Freilich, es ist ein historisches Faktum: Nicht nur haben hunderttausende ÖsterreicherInnen den sogenannten Anschluss begrüßt. Während der ganzen I. Republik haben organisierte politische Kräfte, insbesondere der deutschnationale Rechtsextremismus, aber nicht nur dieser, oft an den führenden politischen Schaltstellen dieser Republik, alles unternommen, um diese Republik zu zerstören.
Liebe Freundinnen und Freunde,
Es bleibt dennoch auch ein historisches Faktum, dass Österreich Opfer des deutschen Imperialismus, des deutschen Faschismus wurde. Selbst, wenn 90% der Menschen in Österreich den Anschluss begrüßt hätten, was nachweislich nicht der Fall war, würde das an dieser historischen Tatsache nichts ändern.
Vergessen wir nicht, auch in anderen Ländern wurde die deutsche Gewaltherrschaft von rechtsextremen, faschistischen Kräften bejubelt, haben sich sogenannte „hilfswillige Kräfte“ gefunden, die die Nazis bei der Errichtung und Exekutierung ihrer Gewaltherrschaft unterstützt haben. Das hat eine Rolle gespielt und muss natürlich in der Bearbeitung eine Rolle spielen.

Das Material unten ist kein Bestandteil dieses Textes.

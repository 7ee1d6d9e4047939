// Symbols: a ladder holds the levels of one K (or Ka); a stick is a line in a spectrum.
#include <fmt/format.h>

#include <algorithm>
#include <cmath>
#include <map>

#include <trotline/base/errors.hpp>
#include <trotline/base/files.hpp>
#include <trotline/base/text.hpp>
#include <trotline/report/axis.hpp>
#include <trotline/report/font_coverage.hpp>
#include <trotline/report/label_placement.hpp>
#include <trotline/report/rounding.hpp>
#include <trotline/report/species_figures.hpp>
#include <trotline/report/text_measure.hpp>
#include <trotline/report/typeset.hpp>

namespace trotline {
namespace {

namespace fs = std::filesystem;

constexpr FigureSize kLevelsSize = {120.0, 110.0};
constexpr FigureSize kLinesSize = {160.0, 84.0};
constexpr double kTextPoints = 7.0;

/// A text as data, in characters for which there are fonts.
std::string quoted(const std::string& text) { return figure_text(drawable_text(text)); }

/// A panel on a page [mm].
struct Panel {
  FigureSize page;
  Box box;
  [[nodiscard]] std::string margins() const {
    return fmt::format(
        "  set lmargin at screen {:.6f}\n  set rmargin at screen {:.6f}\n  set bmargin at screen {:.6f}\n"
        "  set tmargin at screen {:.6f}\n",
        box.left / page.width_mm, box.right / page.width_mm, box.bottom / page.height_mm,
        box.top / page.height_mm);
  }
};

std::string ticks(const char* axis, const Axis& of) {
  std::string list;
  for (const double tick : of.ticks) {
    list += fmt::format("{}\"{}\" {:.9g}", list.empty() ? "" : ", ", tick_text(of, tick), tick);
  }
  return fmt::format(
      "  set {0}range [{1:.9g}:{2:.9g}]\n  set {0}tics nomirror out scale 0.55 ({3}) textcolor rgb soft\n",
      axis, of.low, of.high, list);
}

/// Opening of a script whose only text is fixed words.
std::string opening(const char* stem, const std::vector<FigureFormat>& formats, const FigureSize& size) {
  return fmt::format("# To draw it again: gnuplot {}.gp\n", stem) + figure_palette(formats) +
         "array hue[4] = [0x1B7F8F, 0xA03A17, 0x16212B, 0x8A9299]\n"
         "set encoding utf8\nset datafile separator \"\\t\"\ndo for [format in formats] {\n  reset\n  unset "
         "key\n" +
         figure_terminals(size) + fmt::format("  set output \"{}.\".format\n  set multiplot\n", stem) +
         "  set border 3 linewidth 0.6 linecolor rgb soft back\n"
         "  set grid ytics linetype 1 linewidth 0.4 linecolor rgb hair back\n";
}

/// The title and the names of the isomers, in millimetres from the page's lower left corner.
std::string page_of_texts(const char* stem, const FigureSize& size) {
  return fmt::format(
      "  unset border\n  unset grid\n  unset tics\n  unset label\n  unset logscale\n"
      "  set lmargin at screen 0\n  set rmargin at screen 1\n  set bmargin at screen 0\n  set tmargin at "
      "screen 1\n"
      "  set xrange [0:{1:.9g}]\n  set yrange [0:{2:.9g}]\n"
      "  plot \"{0}-text.tsv\" using ($1==0?$2:NaN):3:4 with labels left noenhanced font face.\" Bold,9\" "
      "textcolor "
      "rgb ink notitle, \\\n"
      "    \"\" using ($1==1?$2:NaN):3:4 with labels right noenhanced font face.\",{3}\" textcolor rgb soft "
      "notitle, \\\n"
      "    \"\" using ($1>=2?$2:NaN):3:4 with labels left noenhanced font face.\",{3}\" textcolor rgb ink "
      "notitle, \\\n"
      "    \"\" using ($1>=2?$2-5:NaN):3:(4):(0):(hue[$1<2?1:int($1)-1]) with vectors nohead linewidth 1.6 "
      "linecolor rgb "
      "variable notitle\n  unset multiplot\n  unset output\n}}\n",
      stem, size.width_mm, size.height_mm, kTextPoints);
}

std::string text_row(int kind, double x_mm, double y_mm, const std::string& text) {
  return fmt::format("{}\t{:.4f}\t{:.4f}\t{}\n", kind, x_mm, y_mm, quoted(text));
}

std::string axis_name(int id, const char* words, double x_mm, double y_mm, const char* side,
                      const FigureSize& size) {
  return fmt::format(
      "  set label {} \"{}\" at screen {:.6f},{:.6f} {} font face.\",8\" textcolor rgb ink enhanced\n", id,
      words, x_mm / size.width_mm, y_mm / size.height_mm, side);
}

// ---- levels

/// K of "J(K)", Ka of "J(Ka,Kc)"; 0 for labels of another make.
int ladder_of(const Level& level) {
  const std::size_t open = level.label.find('(');
  if (open == std::string::npos) return 0;
  const std::size_t end = level.label.find_first_of(",)", open);
  const auto k = parse_whole_number(std::string_view(level.label).substr(open + 1, end - open - 1));
  return k ? static_cast<int>(std::abs(*k)) : 0;
}

/// J of "J(K)", else the whole label.
std::string rung_name(const Level& level) { return level.label.substr(0, level.label.find('(')); }

struct DrawnLevel {
  const Level* level = nullptr;
  int ladder = 0;
  int isomer = 1;  ///< 1 to 4: the colour
  bool named = false;
};

double highest_energy(const Species& species, const SpeciesQuery& query) {
  constexpr std::size_t kLevels = 60;
  constexpr double kTemperatures = 8.0;
  const double whole = species.levels.back().energy_k;
  if (query.strength) return std::min(whole, kTemperatures * query.strength->temperature_k);
  return species.levels[std::min(kLevels, species.levels.size()) - 1].energy_k;
}

std::vector<std::string> isomers_of(const Species& species) {
  std::vector<std::string> names;
  for (const Level& level : species.levels) {
    if (std::find(names.begin(), names.end(), level.spin) == names.end()) names.push_back(level.spin);
  }
  return names;
}

/// The levels up to an energy; the lowest ladders where there are too many to tell apart.
std::vector<DrawnLevel> drawn_levels(const Species& species, double highest_k) {
  constexpr int kMostLadders = 16;
  const auto isomers = isomers_of(species);
  std::vector<DrawnLevel> drawn;
  for (const Level& level : species.levels) {
    const int ladder = ladder_of(level);
    if (level.energy_k > highest_k || ladder >= kMostLadders) continue;
    const auto isomer = std::find(isomers.begin(), isomers.end(), level.spin) - isomers.begin();
    drawn.push_back({&level, ladder, static_cast<int>(std::min<std::ptrdiff_t>(isomer, 3)) + 1, false});
  }
  return drawn;
}

/// A level is named unless its name would touch the one below in its ladder.
void choose_names(std::vector<DrawnLevel>& levels, double k_per_mm) {
  constexpr double kLineMm = 2.6;
  std::map<int, double> last;
  for (DrawnLevel& level : levels) {
    const auto below = last.find(level.ladder);
    level.named = below == last.end() || level.level->energy_k - below->second >= kLineMm * k_per_mm;
    if (level.named) last[level.ladder] = level.level->energy_k;
  }
}
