"""The interval from the commonest spacing."""

import datetime
from zoneinfo import ZoneInfo

import pytest
from hypothesis import given
from hypothesis import strategies as st

from service.replay.errors import NoSpacing
from service.replay.spacing import infer_interval
from service.round.calendar import Interval

DAY = datetime.timedelta(days=1)
BERLIN = ZoneInfo("Europe/Berlin")


def _dates(first: str, step: int, number: int) -> list[datetime.date]:
    start = datetime.date.fromisoformat(first)
    return [start + datetime.timedelta(days=step * each) for each in range(number)]


@pytest.mark.parametrize(
    ("step", "interval"),
    [
        (1, "day"),
        (2, "2 days"),
        (7, "week"),
        (14, "14 days"),
        (28, "28 days"),
        (30, "30 days"),
        (91, "91 days"),
    ],
)
def test_evenly_spaced_days(step: int, interval: str) -> None:
    assert str(infer_interval(_dates("2026-03-04", step, 40))) == interval


@pytest.mark.parametrize("day", [1, 15, 28])
def test_one_day_of_every_month(day: int) -> None:
    dates = [datetime.date(2025 + month // 12, month % 12 + 1, day) for month in range(24)]
    assert infer_interval(dates) == Interval("month")


def test_the_last_day_of_every_month() -> None:
    firsts = [datetime.date(2025 + month // 12, month % 12 + 1, 1) for month in range(1, 24)]
    assert infer_interval([first - DAY for first in firsts]) == Interval("month")


def test_quarters_are_months_with_gaps_of_three() -> None:
    dates = [datetime.date(2020 + quarter // 4, quarter % 4 * 3 + 1, 1) for quarter in range(20)]
    assert infer_interval(dates) == Interval("month")


@pytest.mark.parametrize(("month", "day"), [(1, 1), (7, 1), (12, 31)])
def test_one_day_of_every_year(month: int, day: int) -> None:
    dates = [datetime.date(year, month, day) for year in range(1990, 2020)]
    assert infer_interval(dates) == Interval("year")


def test_holes_do_not_matter_while_they_are_rarer() -> None:
    dates = _dates("2026-01-05", 7, 30)
    del dates[10:20], dates[3]
    assert infer_interval(dates) == Interval("week")


def test_the_order_of_the_rows_does_not_matter() -> None:
    assert infer_interval(_dates("2026-01-05", 7, 30)[::-1]) == Interval("week")


def test_local_midnights_are_days_though_one_has_23_hours() -> None:
    moments = [datetime.datetime(2026, 3, 26 + day, tzinfo=BERLIN) for day in range(6)]
    assert infer_interval(moments) == Interval("day")


@pytest.mark.parametrize("hours", [1, 6, 12])
def test_hours(hours: int) -> None:
    first = datetime.datetime(2026, 3, 2, tzinfo=datetime.UTC)
    assert infer_interval([first + datetime.timedelta(hours=hours * each) for each in range(9)]) == Interval(
        "hour"
    )


def test_too_few_dates() -> None:
    with pytest.raises(NoSpacing, match="--interval"):
        infer_interval(_dates("2026-03-02", 1, 1) * 5)


def test_too_close() -> None:
    first = datetime.datetime(2026, 3, 2, tzinfo=datetime.UTC)
    with pytest.raises(NoSpacing, match="0:05:00"):
        infer_interval([first + datetime.timedelta(minutes=5 * each) for each in range(9)])


@given(
    st.lists(
        st.dates(datetime.date(1900, 1, 1), datetime.date(2100, 1, 1)), min_size=2, max_size=40, unique=True
    )
)
def test_some_interval_is_found_for_any_dates(dates: list[datetime.date]) -> None:
    assert infer_interval(dates).days >= 1
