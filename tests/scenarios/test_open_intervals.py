"""An interval that was open when its source was last read has a part of its count only, and is not folded."""

import datetime

from service.round.once import RoundOutcome
from service.work import catch_up, pass_for
from storage.rounds import FAILED


def _read_in_the_middle_of_a_week(world, counts: list[int]) -> None:
    """Ten weeks that are over, and an eighth part of the eleventh."""
    world.studio.weekly("quay", [*counts[:10], counts[10] // 8])
    world.at_week(9, hours=20)
    world.poll()
    assert [row.count for row in world.history()] == counts[:10]


def test_a_round_that_fails_after_the_end_of_an_interval_does_not_take_its_part_for_the_whole(
    world, counts_of
) -> None:
    counts = counts_of(1, (1000, 11))
    _read_in_the_middle_of_a_week(world, counts)
    world.at_week(10)
    world.studio.broken = (503, b"")
    assert pass_for(world.bench(), world.plan()).round.outcome == FAILED
    assert [row.count for row in world.history()] == counts[:10]
    world.studio.broken = None
    world.studio.weekly("quay", counts)
    world.poll()
    assert [row.count for row in world.history()] == counts


def test_nor_does_a_restart_before_its_first_round(world, counts_of) -> None:
    counts = counts_of(1, (1000, 11))
    _read_in_the_middle_of_a_week(world, counts)
    world.clock.instant += datetime.timedelta(days=30)
    assert catch_up(world.bench(), world.plan()) == ()
    assert [row.count for row in world.history()] == counts[:10]


def test_an_unchanged_document_after_the_end_says_that_the_count_is_whole(world, counts_of) -> None:
    counts = counts_of(1, (1000, 11))
    _read_in_the_middle_of_a_week(world, counts)
    world.at_week(10)
    outcome: RoundOutcome = world.read()
    assert outcome.outcome == "nothing new"
    assert [row.count for row in world.history()] == [*counts[:10], counts[10] // 8]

Im völkerrechtlichen Sinne war der 12. März 1938, der sogenannte Anschluss, dennoch ein völkerrechtswidriger Gewaltakt, der auch nicht später durch die Volksabstimmung vom 10. April 1938 legitimiert wurde. In der Moskauer Deklaration vom November 1943 haben die alliierten Mächte unmissverständlich festgehalten, dass Österreich Opfer der Aggression Hitlerdeutschlands war.*) Auf dieser Rechtsposition wurde das freie, demokratische Österreich wiedererrichtet. Diese Tatsache steht für alle Zeiten fest und kann nicht mehr ausradiert werden. Auch nicht in tausend Jahren.
Liebe Freundinnen und Freunde,
für die mangelhafte Aufarbeitung der Geschichte Österreichs, für die Nichtverfolgung von NS-Verbrechern, ja für deren Integration in Politik, Wirtschaft und Gesellschaft, ist nicht der Opfermythos verantwortlich, sondern das Bestreben restaurativer politischer Kräfte den antifaschistischen Grundkonsens von 1945 durch einen antikommunistischen Grundkonsens zu ersetzen.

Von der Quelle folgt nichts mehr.